# aquarium light bill on your fish tank.



## nikonD70s (Apr 6, 2008)

i wonder if all the light/filter/heater for your fish tank cost a lot on your electricty bill? im lucky to not have to pay for it in my house but i wonder does it make a big impact on your electrity bill. i would assume out of everything the light would cost the most. anyone notice a increase in your monthly bill since you got your fish tank setup.


----------



## fshfanatic (Apr 20, 2006)

I am sure it does considering how many tanks I have set up. I dont pay much attention to it. I just pay the bill.


----------



## Gar (Mar 3, 2008)

Check the wattage and voltage, really. Incandescent bulbs take up quite a bit of electricity in their own right, so a few fluorescents over a fish tank in place of a few normal bulbs should actually save money. ;p A 50 watt aquarium heater uses less electricity than a normal incandescent. I just light my rooms with the tank lights these days.


----------



## BiscuitSlayer (Apr 1, 2005)

I saw a calculator on a reefer forum a while ago. I'll see if I can find it. It basically adds up the combined kilowatt hours of your devices based on individual consumption and then estimates what your electric bill is.

Pretty cool actually.


----------



## BiscuitSlayer (Apr 1, 2005)

Found the formula, but there is a better calculator out there (that basically does the same thing):

Watts x hours x kWh cost x 30 = monthly electrical cost of the aquarium

http://www.algone.com/energy_consumption.php


----------



## reddragon1977 (May 30, 2007)

im sure that helps but i fall in the catergory of people who really dont want to know 
Great source of info though!


----------



## AndrewH (Dec 24, 2007)

Here you go. It's an excel calculator I came up with a while back. Enjoy


----------



## EdTheEdge (Jan 25, 2007)

With all my tanks (I also have two Turtle tanks) my bill varies from month to month depending upon how cold it gets in the house. But on average my tanks run about $40 - $55 a month.


----------



## Jerseyfish (May 7, 2008)

Heh, this was a question on my science student's last test. Gave them my 10gallon tank with 28W of light 11 hrs a day, 50W of heat 8 hours a day, and 6W of filtering all day. Came out to about $30 a year, as my electric costs about $0.10/kWh.

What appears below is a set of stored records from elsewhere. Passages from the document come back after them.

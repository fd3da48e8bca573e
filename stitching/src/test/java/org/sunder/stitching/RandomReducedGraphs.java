package org.sunder.stitching;

import java.util.Arrays;
import java.util.Random;
import org.sunder.blockwise.graph.EdgeStatistics;
import org.sunder.blockwise.grid.BlockGrid;
import org.sunder.blockwise.grid.IdLayout;
import org.sunder.stitching.solve.ReducedGraph;

/**
 * Random reduced graphs over a block grid for the solve tests: each block holds a few boundary
 * segments with a position; a hidden ground truth gives each segment the object of its nearest
 * object seed; pairs join segments of one block or of face-adjacent blocks. Weights are exact
 * (every pair inside an object at +1, every pair across objects at -1, so ties are everywhere)
 * or noisy (the sign flips with some probability, magnitudes vary).
 */
public final class RandomReducedGraphs {
  private RandomReducedGraphs() {}

  public static BlockGrid grid(int gx, int gy, int gz) {
    return BlockGrid.of(new long[] {8L * gx, 6L * gy, 4L * gz}, new int[] {4, 3, 2},
        new int[] {8, 6, 4}, new int[] {1, 1, 1});
  }

  public static ReducedGraph graph(BlockGrid grid, IdLayout layout, Random random, boolean exact,
      int maxSegmentsPerBlock, double pairsPerSegment) {
    int blocks = grid.blockCount();
    int[] count = new int[blocks];
    int total = 0;
    for (int b = 0; b < blocks; b++) {
      count[b] = 1 + random.nextInt(maxSegmentsPerBlock);
      total += count[b];
    }
    long[] ids = new long[total];
    double[][] position = new double[total][3];
    int[] blockOf = new int[total];
    int at = 0;
    for (int b = 0; b < blocks; b++) {
      long[] gp = grid.gridPosition(b);
      for (int k = 1; k <= count[b]; k++) {
        ids[at] = layout.provisional(b, k);
        blockOf[at] = b;
        for (int d = 0; d < 3; d++) {
          position[at][d] = gp[d] + random.nextDouble();
        }
        at++;
      }
    }
    // ids are ascending by construction: block bits above local bits
    double[][] seeds = new double[Math.max(2, total / 6)][3];
    long[] shape = grid.gridShape();
    for (double[] s : seeds) {
      for (int d = 0; d < 3; d++) {
        s[d] = random.nextDouble() * shape[d];
      }
    }
    int[] object = new int[total];
    for (int i = 0; i < total; i++) {
      double best = Double.MAX_VALUE;
      for (int s = 0; s < seeds.length; s++) {
        double dist = 0;
        for (int d = 0; d < 3; d++) {
          dist += (position[i][d] - seeds[s][d]) * (position[i][d] - seeds[s][d]);
        }
        if (dist < best) {
          best = dist;
          object[i] = s;
        }
      }
    }
    EdgeStatistics.Accumulator acc = new EdgeStatistics.Accumulator(total * 4);
    int pairs = (int) (total * pairsPerSegment);
    for (int p = 0; p < pairs; p++) {
      int i = random.nextInt(total);
      long[] gp = grid.gridPosition(blockOf[i]).clone();
      int axis = random.nextInt(4);
      if (axis < 3) {
        gp[axis] += random.nextBoolean() ? 1 : -1;
        if (gp[axis] < 0 || gp[axis] >= shape[axis]) {
          continue;
        }
      }
      int b = grid.blockIndex(gp);
      int first = Arrays.binarySearch(ids, layout.provisional(b, 1));
      int j = first + random.nextInt(count[b]);
      if (i == j) {
        continue;
      }
      int edges = 1 + random.nextInt(5);
      for (int k = 0; k < edges; k++) {
        boolean same = object[i] == object[j];
        double w;
        if (exact) {
          w = same ? 1 : -1;
        } else {
          boolean flip = random.nextDouble() < 0.15;
          w = ((same ^ flip) ? 1 : -1) * (0.05 + random.nextDouble());
        }
        acc.add(i, j, w);
      }
    }
    EdgeStatistics edges = acc.build();
    int separated = random.nextInt(total / 4 + 1);
    long[] sepKeys = new long[separated];
    int sepCount = 0;
    for (int s = 0; s < separated; s++) {
      int i = random.nextInt(total);
      int b = blockOf[i];
      int first = Arrays.binarySearch(ids, layout.provisional(b, 1));
      int j = first + random.nextInt(count[b]);
      if (i != j && (exact ? object[i] != object[j] : true)) {
        sepKeys[sepCount++] = ((long) Math.min(i, j) << 32) | Math.max(i, j);
      }
    }
    long[] keys = Arrays.stream(Arrays.copyOf(sepKeys, sepCount)).sorted().distinct().toArray();
    int[] su = new int[keys.length];
    int[] sv = new int[keys.length];
    for (int s = 0; s < keys.length; s++) {
      su[s] = (int) (keys[s] >>> 32);
      sv[s] = (int) keys[s];
    }
    return new ReducedGraph(ids, edges, su, sv);
  }

  /** The clusters renumbered by first occurrence, so that equal partitions give equal arrays. */
  public static int[] canonical(int[] clusters) {
    int max = 0;
    for (int c : clusters) {
      max = Math.max(max, c);
    }
    int[] renumber = new int[max + 1];
    Arrays.fill(renumber, -1);
    int next = 0;
    int[] out = new int[clusters.length];
    for (int i = 0; i < clusters.length; i++) {
      if (renumber[clusters[i]] < 0) {
        renumber[clusters[i]] = next++;
      }
      out[i] = renumber[clusters[i]];
    }
    return out;
  }
}
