package org.sunder.stitching.solve;

import static org.junit.jupiter.api.Assertions.assertArrayEquals;
import static org.junit.jupiter.api.Assertions.assertEquals;
import static org.junit.jupiter.api.Assertions.assertNull;
import static org.junit.jupiter.api.Assertions.assertTrue;

import java.util.ArrayList;
import java.util.List;
import java.util.Random;
import org.junit.jupiter.api.Test;

/**
 * {@link MutexOrder#merged} and {@link MutexPartSolver#gather}, which merge the sub-parts'
 * outputs (each in the Mutex Watershed's order) instead of sorting them, against the JDK's
 * stable sort of boxed indices ({@code java.util.Arrays.sort(T[], Comparator)}, stable by its
 * specification) and against {@link SolveEdges#joinCopies} then that sort.
 */
class MutexOrderTest {

  @Test
  void mergedRunsMatchTheStableSortOfTheWhole() {
    Random random = new Random(53);
    for (int trial = 0; trial < 60; trial++) {
      List<SolveEdges> runs = orderedRuns(random, 1 + random.nextInt(10), trial % 3);
      SolveEdges all = SolveEdges.concatenation(runs);
      assertArrayEquals(EdgeSortTest.reference(all.size(),
          (a, b) -> MutexOrder.compare(all, a, b)), MutexOrder.merged(all, ends(runs)),
          "trial " + trial);
    }
  }

  @Test
  void aRunOutOfOrderIsNotMerged() {
    Random random = new Random(59);
    int refused = 0;
    for (int trial = 0; trial < 40; trial++) {
      List<SolveEdges> runs = orderedRuns(random, 1 + random.nextInt(6), trial % 3);
      int r = random.nextInt(runs.size());
      SolveEdges run = runs.get(r);
      if (run.size() < 2) {
        continue;
      }
      // the run's first and last edges swapped: out of order unless the two are equal
      int[] swap = new int[run.size()];
      for (int i = 0; i < swap.length; i++) {
        swap[i] = i;
      }
      swap[0] = swap.length - 1;
      swap[swap.length - 1] = 0;
      if (MutexOrder.compare(run, 0, swap.length - 1) == 0) {
        continue;
      }
      runs.set(r, reordered(run, swap));
      SolveEdges all = SolveEdges.concatenation(runs);
      assertNull(MutexOrder.merged(all, ends(runs)), "trial " + trial);
      // gathering still joins every copy, in key order
      assertEquals(all.joinCopies(), new MutexPartSolver().gather(runs), "trial " + trial);
      refused++;
    }
    assertTrue(refused > 20, refused + " trials with a run out of order");
  }

  @Test
  void gatherJoinsCopiesAsJoinCopiesDoesInMutexOrder() {
    Random random = new Random(61);
    for (int trial = 0; trial < 60; trial++) {
      List<SolveEdges> runs = orderedRuns(random, 1 + random.nextInt(10), trial % 3);
      SolveEdges joined = SolveEdges.concatenation(runs).joinCopies();
      int[] order = EdgeSortTest.reference(joined.size(),
          (a, b) -> MutexOrder.compare(joined, a, b));
      assertEquals(reordered(joined, order), new MutexPartSolver().gather(runs),
          "trial " + trial);
    }
  }

  /**
   * Runs as sub-parts hand them up: each in the Mutex Watershed's order, a third of the edges
   * with a copy in another run (the same weight and key, other ends). Style 0: few weights
   * (many ties on weight, decided by the key); 1: noisy weights; 2: few edges, some runs empty.
   */
  private static List<SolveEdges> orderedRuns(Random random, int count, int style) {
    List<SolveEdges> runs = new ArrayList<>();
    for (int r = 0; r < count; r++) {
      runs.add(new SolveEdges(4));
    }
    int m = random.nextInt(style == 2 ? 50 : 4000);
    for (int e = 0; e < m; e++) {
      // a key names one edge (its copies share it); few distinct high parts in style 0
      long keyU = ((long) random.nextInt(style == 0 ? 4 : 1 << 20) << 12) + e;
      long keyV = keyU + 1 + random.nextInt(style == 0 ? 3 : 1000);
      byte kind = (byte) random.nextInt(3);
      double w = style == 0 ? (random.nextInt(5) - 2) * 0.5 : random.nextGaussian();
      int r = random.nextInt(count);
      runs.get(r).add(random.nextInt(1000), random.nextInt(1000), w, keyU, keyV, kind);
      if (count > 1 && random.nextInt(3) == 0) {
        int other = (r + 1 + random.nextInt(count - 1)) % count;
        runs.get(other).add(random.nextInt(1000), random.nextInt(1000), w, keyU, keyV, kind);
      }
    }
    List<SolveEdges> ordered = new ArrayList<>();
    for (SolveEdges run : runs) {
      ordered.add(reordered(run, EdgeSortTest.reference(run.size(),
          (a, b) -> MutexOrder.compare(run, a, b))));
    }
    return ordered;
  }

  private static SolveEdges reordered(SolveEdges edges, int[] order) {
    SolveEdges out = new SolveEdges(order.length);
    for (int e : order) {
      out.add(edges, e, edges.u(e), edges.v(e));
    }
    return out;
  }

  private static int[] ends(List<SolveEdges> runs) {
    int[] ends = new int[runs.size()];
    int end = 0;
    for (int r = 0; r < ends.length; r++) {
      end += runs.get(r).size();
      ends[r] = end;
    }
    return ends;
  }
}
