package org.sunder.stitching;

import org.sunder.blockwise.partition.ReducedGraphSolver;
import org.sunder.blockwise.partition.agglomeration.Linkage;
import org.sunder.blockwise.partition.config.PartitionConfig;
import org.sunder.blockwise.partition.multicut.MulticutSolver;

/**
 * {@link ReducedGraphSolverContract} for {@link MulticutSolver} on summed weights with
 * Kernighan–Lin refinement ({@code "kernighanLin": true}).
 */
class RefinedMulticutSolverTest extends ReducedGraphSolverContract {
  @Override
  ReducedGraphSolver solver() {
    return new MulticutSolver(Linkage.SUM, true);
  }

  /** None, as for {@link MulticutSolverTest}. */
  @Override
  PartitionConfig exactOneBlockConfig() {
    return null;
  }
}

On their practice test, I found out my 72 gallon non-planted runs me $100 a year.


----------



## nikonD70s (Apr 6, 2008)

Jerseyfish said:


> Heh, this was a question on my science student's last test. Gave them my 10gallon tank with 28W of light 11 hrs a day, 50W of heat 8 hours a day, and 6W of filtering all day. Came out to about $30 a year, as my electric costs about $0.10/kWh.
> 
> On their practice test, I found out my 72 gallon non-planted runs me $100 a year.


very good info, im okay to get another fish tank without my parents going crazy now haha


----------



## macclellan (Dec 22, 2006)

My 7 tanks cost about $15 a month. That's gone down since I stopped using heaters in most tanks.


----------



## LS6 Tommy (May 13, 2006)

The heater on my 2126 rarely runs during the photocyle & for quite some time after the lights shut off. The lighting keeps the tank at my desired temp most of the time. I'm sure the heat runs at night to some extent, but I'm figuring my total wattage on the 58 is roughly 400w running _everything,_ so if you knock 180w out for 14 hrs, & knock out the wattage of the CO2 solenoid & reactor pump for 14 hrs, figure roughly 200w spread typical usage makes 200w/24hrs. I really don't even think about that type of power usage. My TV runs more & sure as heck uses a _lot_ more wattage. :icon_lol: 

Tommy


----------



## Bk828 (Mar 11, 2008)

The thing with heaters is that they arnt always on so it could be a 50w heater thats plugged in all the time but if your room temperature is at the same setting as the heater theres almost no wattage used for the day. 

Here I saw a $30-40 jump in the bill. But thats with 2 planted tanks + 1 african with crazy over filtration.


----------



## steven (Jul 7, 2004)

BiscuitSlayer said:


> Found the formula, but there is a better calculator out there (that basically does the same thing):
> 
> Watts x hours x kWh cost x 30 = monthly electrical cost of the aquarium


You left out an important part on that formula. After multiplying watts by hours (which results in watt hours), you need to divide by 1000 (to get kilowatt hours) before multiplying by 30 for the monthly cost.

In other words, if your light fixture uses 330 watts, and you run it 10 hours per day, and your electricity cost is $.08/kwH, you would do the following:
330watts x 10 hours / 1000 x $0.08 x 30 = $7.92 per month.

Incidentally, it is the case that a fairly descent size aquarium can add up to a fair amount of electrical cost. Consider the following 125 gallon scenario that I'm currently setting up:

lighting: 330 watts (10 hours)
heater: 500 watts (12 hours if it runs 50% of the time)
2 canister filters: 40 watts (24 hours)
kWh cost in my area: $0.0725 (average of $0.0905 in the six "summer" months and $0.055 in the six "winter" months)

the lights use 3.3 kWh per day
the heater uses 6 kWh per day
the filters use .96 kWh per day

So, daily use of 10.26 kWh, multiplied by 30.5 days (average for a month) = 312.93 kWh per month, which will cost $22.69 per month, or $272.28 annually.


----------